WHAT YOU SHOULD DO:
Please reproduce exactly the lines that begin the listing below, up to and including the line where "bare number. */" occurs.

DATA FOR REVIEW:
import fc from 'fast-check';
import { all, create } from 'mathjs';
import { describe, expect, it } from 'vitest';
import { remaining, timeUntil } from '@/lib/air/decay';
import { cubicMetres, cubicMetresPerSecond, seconds } from '@/lib/units/quantity';
import { amount } from './arbitraries';

const math = create(all!, { number: 'BigNumber', precision: 40 });
/** Every digit of a double, which has more of them than the library takes from a bare number. */
const big = (value: number) => math.bignumber(String(value));
const left = (airflow: number, volume: number, time: number, mixing?: number) =>
  remaining(cubicMetresPerSecond(airflow), cubicMetres(volume), seconds(time), mixing);
const until = (share: number, airflow: number, volume: number, mixing?: number) =>
  timeUntil(share, cubicMetresPerSecond(airflow), cubicMetres(volume), mixing);

describe('what is left in a room', () => {
  it('is e^(−Q t / (K V)) held in forty digits', () => {
    fc.assert(
      fc.property(amount(0.01, 5), amount(1, 500), amount(0, 7200), amount(1, 10), (q, v, t, k) => {
        const scope = Object.fromEntries(Object.entries({ q, v, t, k }).map(([name, each]) => [name, big(each)]));
        const exact = Number(math.evaluate('exp(-q * t / (k * v))', scope));
        expect(Math.abs(left(q, v, t, k) - exact)).toBeLessThanOrEqual(1e-13);
      }),
      { numRuns: 300 },
    );
  });

  it('is all of it at first, only ever falls, and falls no faster where it mixes badly', () => {
    fc.assert(
      fc.property(amount(0.01, 5), amount(1, 500), amount(0, 7200), amount(1, 600), amount(1, 10), (q, v, t, dt, k) => {
        expect(left(q, v, 0, k)).toBe(1);
        expect(left(q, v, t + dt, k)).toBeLessThanOrEqual(left(q, v, t, k));
        expect(left(q, v, t, k)).toBeGreaterThanOrEqual(left(q, v, t));
      }),
    );
  });

  it('stays as it is without an airflow', () => expect(left(0, 50, 1e6)).toBe(1));
});

describe('the time until a share is left', () => {
  it('is the time after which that share is left', () => {
    fc.assert(
      fc.property(amount(1e-9, 1), amount(0.01, 5), amount(1, 500), amount(1, 10), (share, q, v, k) => {
        expect(left(q, v, until(share, q, v, k), k) / share).toBeCloseTo(1, 10);
      }),
    );
  });

  it('is a room’s volume over its airflow for 1/e, and twice it for the square', () => {
    expect(until(1 / Math.E, 0.5, 60)).toBeCloseTo(120, 10);
    expect(until(Math.E ** -2, 0.5, 60)).toBeCloseTo(240, 10);
    expect(until(1, 0.5, 60)).toBe(0);
  });

  it('is refused for nothing left, more than all, no airflow and a mixing below 1', () => {
    for (const share of [0, -0.1, 1.1, NaN]) expect(() => until(share, 1, 1)).toThrow(RangeError);
    expect(() => until(0.1, 0, 1)).toThrow(RangeError);
    expect(() => until(0.1, 1, 0)).toThrow(RangeError);
    expect(() => until(0.1, 1, 1, 0.5)).toThrow(/other convention/);
    expect(() => left(1, 1, -1)).toThrow(RangeError);
  });
});
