import { describe, expect, it } from 'vitest';
import {
  depressurisationBy,
  effectiveLeakageArea,
  leakageAirflow,
  leakageOfArea,
  leakageOfChanges,
} from '@/lib/air/leakage';
import { toCfm } from '@/lib/units/convert';
import { SQUARE_INCH } from '@/lib/units/factors';
import { cubicMetres, cubicMetresPerSecond, squareMetres } from '@/lib/units/quantity';

const room = cubicMetres(240);

describe('the cracks of a room', () => {
  it('have a leakage area of the airflow in cfm at 50 Pa over 18.2, in square inches, as load-calculation papers print', () => {
    const cracks = leakageOfChanges(6, room);
    const squareInches = toCfm(cracks.airflow) / 18.2;
    expect(effectiveLeakageArea(cracks) / SQUARE_INCH / squareInches).toBeCloseTo(1, 2);
  });

  it('have the leakage area that they were described by', () =>
    expect(effectiveLeakageArea(leakageOfArea(squareMetres(0.034)))).toBeCloseTo(0.034, 12));

  it('let in what a fan in the door measured, at the difference that it measured it at, and out the same the other way', () => {
    const cracks = leakageOfChanges(6, room);
    expect(leakageAirflow(cracks, 50)).toBeCloseTo((6 * 240) / 3600, 12);
    expect(leakageAirflow(cracks, -50)).toBeCloseTo((-6 * 240) / 3600, 12);
    expect(leakageAirflow(cracks, 0)).toBe(0);
  });

  it('let in 2^0.65 times as much at twice the difference', () => {
    const cracks = leakageOfArea(squareMetres(0.02));
    expect(leakageAirflow(cracks, 16) / leakageAirflow(cracks, 8)).toBeCloseTo(1.569168, 6);
  });

  it('are refused where they cannot be', () => {
    expect(() => leakageOfArea(squareMetres(-0.1))).toThrow(RangeError);
    expect(() => leakageOfChanges(NaN, room)).toThrow(RangeError);
    expect(() => leakageOfChanges(5, cubicMetres(0))).toThrow(RangeError);
    expect(() => depressurisationBy(cubicMetresPerSecond(1), leakageOfChanges(0, room))).toThrow(RangeError);
  });
});
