import fc from 'fast-check';
import { all, create } from 'mathjs';
import { describe, expect, it } from 'vitest';
import {
  colebrook,
  colebrookResidual,
  frictionFactor,
  LAMINAR_BELOW,
  TURBULENT_ABOVE,
} from '@/lib/air/friction-factor';

const real = (min: number, max: number) => fc.double({ min, max, noNaN: true, noDefaultInfinity: true });
const math = create(all!, { number: 'BigNumber', precision: 40 });

describe('the friction factor', () => {
  it('solves Colebrook to 1e-12 wherever a duct could be', () => {
    fc.assert(
      fc.property(real(3, 9), real(0, 0.1), (power, rough) => {
        const reynolds = 10 ** power;
        const f = colebrook(reynolds, rough);
        expect(Math.abs(colebrookResidual(1 / Math.sqrt(f), reynolds, rough))).toBeLessThanOrEqual(
          1e-12 * Math.max(1, 1 / Math.sqrt(f)),
        );
      }),
      { numRuns: 5000 },
    );
  });

  it('agrees with the same equation held in forty digits', () => {
    const x = math.bignumber(1 / Math.sqrt(colebrook(1e5, 1e-4)));
    const inside = math.evaluate('1e-4 / 3.7 + 2.51 * x / 1e5', { x });
    expect(Math.abs(Number(math.evaluate('x + 2 * log10(inside)', { x, inside })))).toBeLessThan(1e-14);
  });

  it('is laminar below, turbulent above, and joins both without a jump', () => {
    expect(frictionFactor(2000, 0.01)).toBe(64 / 2000);
    expect(frictionFactor(1e4, 0.01)).toBe(colebrook(1e4, 0.01));
    for (const edge of [LAMINAR_BELOW, TURBULENT_ABOVE])
      expect(frictionFactor(edge + 1e-6, 0.001)).toBeCloseTo(frictionFactor(edge - 1e-6, 0.001), 8);
  });

  it('makes the loss rise with the flow at every Reynolds number', () => {
    fc.assert(
      fc.property(real(1, 1e7), real(1.0001, 3), real(0, 0.05), (reynolds, times, rough) => {
        const loss = (re: number) => frictionFactor(re, rough) * re ** 2;
        expect(loss(reynolds * times)).toBeGreaterThan(loss(reynolds));
      }),
      { numRuns: 5000 },
    );
  });

  it('refuses what is no flow', () => {
    for (const bad of [0, -1, NaN, Infinity]) expect(() => frictionFactor(bad, 0.001)).toThrow(RangeError);
    expect(() => colebrook(1e5, -1)).toThrow(RangeError);
  });
});
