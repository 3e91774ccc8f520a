import fc from 'fast-check';
import { describe, expect, it } from 'vitest';
import { CREEP, openingFor, orificeAirflow, signedPower } from '@/lib/air/orifice';
import { fromInchesOfWater, toCfm } from '@/lib/units/convert';
import { SQUARE_FOOT, STANDARD_AIR } from '@/lib/units/factors';
import { cubicMetresPerSecond, kilogramsPerCubicMetre, squareMetres } from '@/lib/units/quantity';

const standard = kilogramsPerCubicMetre(STANDARD_AIR);

describe('the air through an opening', () => {
  it('is 4005 cfm for a square foot at one inch of water and Cd 1, the constant of the US trade', () =>
    expect(toCfm(orificeAirflow(squareMetres(SQUARE_FOOT), fromInchesOfWater(1), standard, 1))).toBeCloseTo(4005, -1));

  it('turns with the difference, and does not jump where it creeps', () => {
    const at = (difference: number) => orificeAirflow(squareMetres(0.1), difference, standard);
    expect(at(-7)).toBe(-at(7));
    expect(at(0)).toBe(0);
    expect(at(CREEP * (1 + 1e-12)) / at(CREEP * (1 - 1e-12))).toBeCloseTo(1, 9);
  });

  it('goes through the opening that is reckoned for it', () =>
    fc.assert(
      fc.property(
        fc.double({ min: 1e-4, max: 10, noNaN: true }),
        fc.double({ min: CREEP, max: 1000, noNaN: true }),
        (airflow, difference) => {
          const area = openingFor(cubicMetresPerSecond(airflow), difference, standard);
          expect(orificeAirflow(area, difference, standard) / airflow).toBeCloseTo(1, 9);
        },
      ),
    ));

  it('rises with the difference', () =>
    fc.assert(
      fc.property(
        fc.double({ min: -500, max: 500, noNaN: true }),
        fc.double({ min: 1e-6, max: 100, noNaN: true }),
        (from, more) => signedPower(from + more, 0.65) > signedPower(from, 0.65),
      ),
    ));

  it('is refused for an area, a density or a difference that cannot be', () => {
    expect(() => orificeAirflow(squareMetres(-1), 5, standard)).toThrow(RangeError);
    expect(() => orificeAirflow(squareMetres(1), 5, kilogramsPerCubicMetre(0))).toThrow(RangeError);
    expect(() => openingFor(cubicMetresPerSecond(1), 0, standard)).toThrow(RangeError);
  });
});
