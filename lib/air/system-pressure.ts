import type { Air } from './air-density';
import { aboveZero } from './domain';
import { areaOfDuct, compressionOf, lossFactorOf, type DuctRun, type DuctSystem } from './duct-system';
import { DUCT_KINDS } from './duct-kind';
import { compressionFactor } from './flexible-compression';
import { frictionFactor } from './friction-factor';

type Prepared = { area: number; perVelocity: number; rough: number; along: number; fittings: number };

function prepared(run: DuctRun, air: Air): Prepared {
  const { diameter, length } = run;
  aboveZero({ diameter, density: air.density, viscosity: air.viscosity });
  return {
    area: areaOfDuct(diameter),
    perVelocity: (air.density * diameter) / air.viscosity,
    rough: (run.roughness ?? DUCT_KINDS[run.duct].roughness) / diameter,
    along: (length / diameter) * compressionFactor(diameter, compressionOf(run)),
    fittings: (run.fittings ?? []).reduce((sum, each) => sum + lossFactorOf(each), 0),
  };
}

/**
 * The static pressure in Pa that a system asks for by airflow in m3/s, as `systemLoss` reckons it, with everything that does not depend
 * on the airflow worked out once: what a solver calls hundreds of times.
 * @throws RangeError as systemLoss, when it is made
 */
export function systemPressure(system: DuctSystem, air: Air, loaded = false): (airflow: number) => number {
  const runs = system.runs.map((run) => prepared(run, air));
  if (runs.length === 0) throw new RangeError('a system has at least one run of duct');
  const { filter, entryLossFactor, outlet } = system;
  const perFlow = filter ? (loaded ? (filter.loaded ?? filter.clean) : filter.clean) / filter.at : 0;
  const last = runs.length - 1;
  const atEnd = outlet?.k ?? 0;
  return (airflow) => {
    let pressure = perFlow * airflow;
    if (airflow === 0) return pressure;
    for (let i = 0; i <= last; i += 1) {
      const { area, perVelocity, rough, along, fittings } = runs[i]!;
      const velocity = airflow / area;
      const factor = along === 0 ? 0 : along * frictionFactor(velocity * perVelocity, rough);
      const ends = (i === 0 ? 1 + entryLossFactor : 0) + (i === last ? atEnd : 0);
      pressure += ((air.density * velocity * velocity) / 2) * (factor + fittings + ends);
    }
    return pressure;
  };
}
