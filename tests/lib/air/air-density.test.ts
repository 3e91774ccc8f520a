import psychrolib from 'psychrolib';
import fc from 'fast-check';
import { describe, expect, it } from 'vitest';
import { airAt, airDensity, airViscosity, atmosphericPressure, ROOM_AIR } from '@/lib/air/air-density';
import { celsius, metres } from '@/lib/units/quantity';

psychrolib.SetUnitSystem(psychrolib.SI);
const real = (min: number, max: number) => fc.double({ min, max, noNaN: true, noDefaultInfinity: true });

describe('the density of air', () => {
  it('is that of an independent library for dry air, anywhere a workshop is', () => {
    fc.assert(
      fc.property(real(-40, 60), real(0, 4000), (temperature, altitude) => {
        const pressure = psychrolib.GetStandardAtmPressure(altitude);
        const theirs = 1 / psychrolib.GetMoistAirVolume(temperature, 1e-7, pressure);
        expect(airDensity(celsius(temperature), metres(altitude)) / theirs).toBeCloseTo(1, 4);
        expect(atmosphericPressure(metres(altitude)) / pressure).toBeCloseTo(1, 5);
      }),
    );
  });

  it('is 1.204 kg/m3 at 20 °C and sea level, as ASHRAE takes it', () => expect(ROOM_AIR.density).toBeCloseTo(1.204, 3));

  it('has a viscosity of 1.82e-5 Pa s at 20 °C (ASHRAE Fundamentals), and more when hot', () => {
    expect(airViscosity(celsius(20))).toBeCloseTo(1.82e-5, 6);
    expect(airAt(celsius(200), metres(0)).viscosity).toBeGreaterThan(ROOM_AIR.viscosity);
  });

  it('refuses what is no air of a workshop', () => {
    expect(() => airDensity(celsius(-274), metres(0))).toThrow(RangeError);
    expect(() => airDensity(celsius(20), metres(20_000))).toThrow(RangeError);
    expect(() => airDensity(celsius(NaN), metres(0))).toThrow(RangeError);
  });
});
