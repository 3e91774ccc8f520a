import { describe, expect, it } from 'vitest';
import { combustionAir, KBTU_PER_HOUR, leastRoomFor } from '@/lib/air/combustion-air';
import { CUBIC_FOOT } from '@/lib/units/factors';
import { watts } from '@/lib/units/quantity';

describe('the air that burning takes', () => {
  it('is twice as much for an old natural draught as for a forced one: 24 and 12 L/s for 30 kW', () => {
    expect(1000 * combustionAir(watts(30_000), true)).toBeCloseTo(24, 9);
    expect(1000 * combustionAir(watts(30_000), false)).toBeCloseTo(12, 9);
  });

  it('needs at 0.42 air changes the 50 cubic feet for each thousand Btu/h of the older rule', () =>
    expect(leastRoomFor(watts(40 * KBTU_PER_HOUR), 0.42, false) / CUBIC_FOOT).toBeCloseTo(50 * 40, 6));

  it('is refused for no air change at all and for a negative power', () => {
    expect(() => leastRoomFor(watts(1000), 0, false)).toThrow(RangeError);
    expect(() => combustionAir(watts(-1), false)).toThrow(RangeError);
  });
});
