import fc from 'fast-check';
import { all, create } from 'mathjs';
import { describe, expect, it } from 'vitest';
import { concentrationAfter, steadyConcentration } from '@/lib/air/build-up';
import {
  cubicMetres,
  cubicMetresPerSecond,
  milligramsPerCubicMetre,
  milligramsPerSecond,
  seconds,
} from '@/lib/units/quantity';
import { amount } from './arbitraries';

const math = create(all!, { number: 'BigNumber', precision: 40 });
const source = (generation: number, airflow: number, volume: number, mixing = 1) => ({
  generation: milligramsPerSecond(generation),
  airflow: cubicMetresPerSecond(airflow),
  volume: cubicMetres(volume),
  mixing,
});
const after = (of: ReturnType<typeof source>, time: number, start = 0) =>
  concentrationAfter(of, seconds(time), milligramsPerCubicMetre(start));
const sources = fc.tuple(amount(0.01, 100), amount(0.01, 5), amount(1, 500), amount(1, 10)).map((of) => source(...of));

/** The balance V dC/dt = G − Q C / K itself, in steps of the classical fourth-order Runge–Kutta kind. */
function stepped({ generation, airflow, volume, mixing }: ReturnType<typeof source>, time: number, start: number) {
  const steps = 2000;
  const dt = time / steps;
  const slope = (c: number) => (generation - (airflow * c) / mixing) / volume;
  let c = start;
  for (let i = 0; i < steps; i += 1) {
    const a = slope(c);
    const b = slope(c + (dt * a) / 2);
    const d = slope(c + (dt * b) / 2);
    c += (dt * (a + 2 * b + 2 * d + slope(c + dt * d))) / 6;
  }
  return c;
}

describe('the concentration while a source runs', () => {
  it('is what the balance of mass itself comes to, step by step', () => {
    fc.assert(
      fc.property(sources, amount(0.01, 10), amount(0, 100), (of, changes, start) => {
        // At most 10 changes in 2000 steps: each is short enough for the steps to be good to ten figures.
        const time = (changes * of.mixing * of.volume) / of.airflow;
        expect(after(of, time, start) / stepped(of, time, start)).toBeCloseTo(1, 9);
      }),
      { numRuns: 100 },
    );
  });

  it('never passes the higher of the start and what it comes to in the end', () => {
    fc.assert(
      fc.property(sources, amount(0, 1e6), amount(0, 1e4), (of, time, start) => {
        const most = Math.max(start, steadyConcentration(of));
        expect(after(of, time, start)).toBeLessThanOrEqual(most * (1 + 1e-12));
        expect(after(of, time)).toBeLessThanOrEqual(steadyConcentration(of) * (1 + 1e-12));
      }),
    );
  });

  it('only rises from clean air', () => {
    fc.assert(
      fc.property(sources, amount(0, 1e4), amount(0.1, 1e3), (of, time, more) => {
        expect(after(of, time + more)).toBeGreaterThanOrEqual(after(of, time) * (1 - 1e-12));
      }),
    );
  });

  it('keeps its digits where little air has been changed', () => {
    const [g, q, v, t] = [3, 1e-5, 1e5, 10] as const;
    const scope = Object.fromEntries(
      Object.entries({ g, q, v, t }).map(([name, value]) => [name, math.bignumber(value)]),
    );
    const exact = Number(math.evaluate('g / q * (1 - exp(-q * t / v))', scope));
    expect(after(source(g, q, v), t) / exact).toBeCloseTo(1, 12);
  });

  it('is all that was released, in a room without an airflow', () => {
    expect(after(source(2, 0, 50), 100, 1)).toBe(5);
  });

  it('comes to K G / Q: 2 mg/s into 0.5 m3/s mixed by 3 is 12 mg/m3', () => {
    expect(steadyConcentration(source(2, 0.5, 50, 3))).toBe(12);
    expect(after(source(2, 0.5, 50, 3), 1e5)).toBeCloseTo(12, 12);
  });

  it('is refused where it has no answer', () => {
    expect(() => steadyConcentration(source(1, 0, 1))).toThrow(RangeError);
    expect(() => steadyConcentration(source(1, 1, 1, 0.2))).toThrow(/other convention/);
    expect(() => after(source(1, 1, 0), 1)).toThrow(RangeError);
    expect(() => after(source(-1, 1, 1), 1)).toThrow(RangeError);
    expect(() => after(source(1, 1, 1), NaN)).toThrow(RangeError);
    expect(() => after(source(1, 1, 1, 0.2), 1)).toThrow(/other convention/);
  });
});
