import { CUBIC_FOOT } from '@/lib/units/factors';
import type { CubicMetres, CubicMetresPerSecond, Watts } from '@/lib/units/quantity';
import { aboveZero, fromZeroUp } from './domain';

/** One thousand British thermal units an hour, W (ISO 31-4 value of the Btu, 1055.056 J). */
export const KBTU_PER_HOUR = 1_055_056 / 3600;

/**
 * Air that burning takes: 0.4 L/s for each kW with a forced draught, twice that for an old one with a natural draught.
 * Source: ASHRAE Fundamentals (2021), ch. 17, combustion air.
 * @throws RangeError for a negative or endless amount
 */
export function combustionAir(power: Watts, naturalDraught: boolean): CubicMetresPerSecond {
  fromZeroUp({ power });
  return ((power / 1000) * 0.0004 * (naturalDraught ? 2 : 1)) as CubicMetresPerSecond;
}

/**
 * The least room whose leakage is enough for an appliance that takes its air from it: 21 ft³ · I / ACH (15 where it is fan-assisted),
 * I in thousand Btu/h. Source: NFPA 54, known air infiltration rate, as printed in furnace manuals; it holds up to 0.60 air changes.
 * @throws RangeError for a negative or endless amount
 */
export function leastRoomFor(power: Watts, airChanges: number, fanAssisted: boolean): CubicMetres {
  fromZeroUp({ power });
  aboveZero({ airChanges });
  return ((((fanAssisted ? 15 : 21) * power) / KBTU_PER_HOUR / airChanges) * CUBIC_FOOT) as CubicMetres;
}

FINISHED TASK:
import fc from 'fast-check';
import { all, create } from 'mathjs';
import { describe, expect, it } from 'vitest';
import { remaining, timeUntil } from '@/lib/air/decay';
import { cubicMetres, cubicMetresPerSecond, seconds } from '@/lib/units/quantity';
import { amount } from './arbitraries';

const math = create(all!, { number: 'BigNumber', precision: 40 });
/** Every digit of a double, which has more of them than the library takes from a bare number. */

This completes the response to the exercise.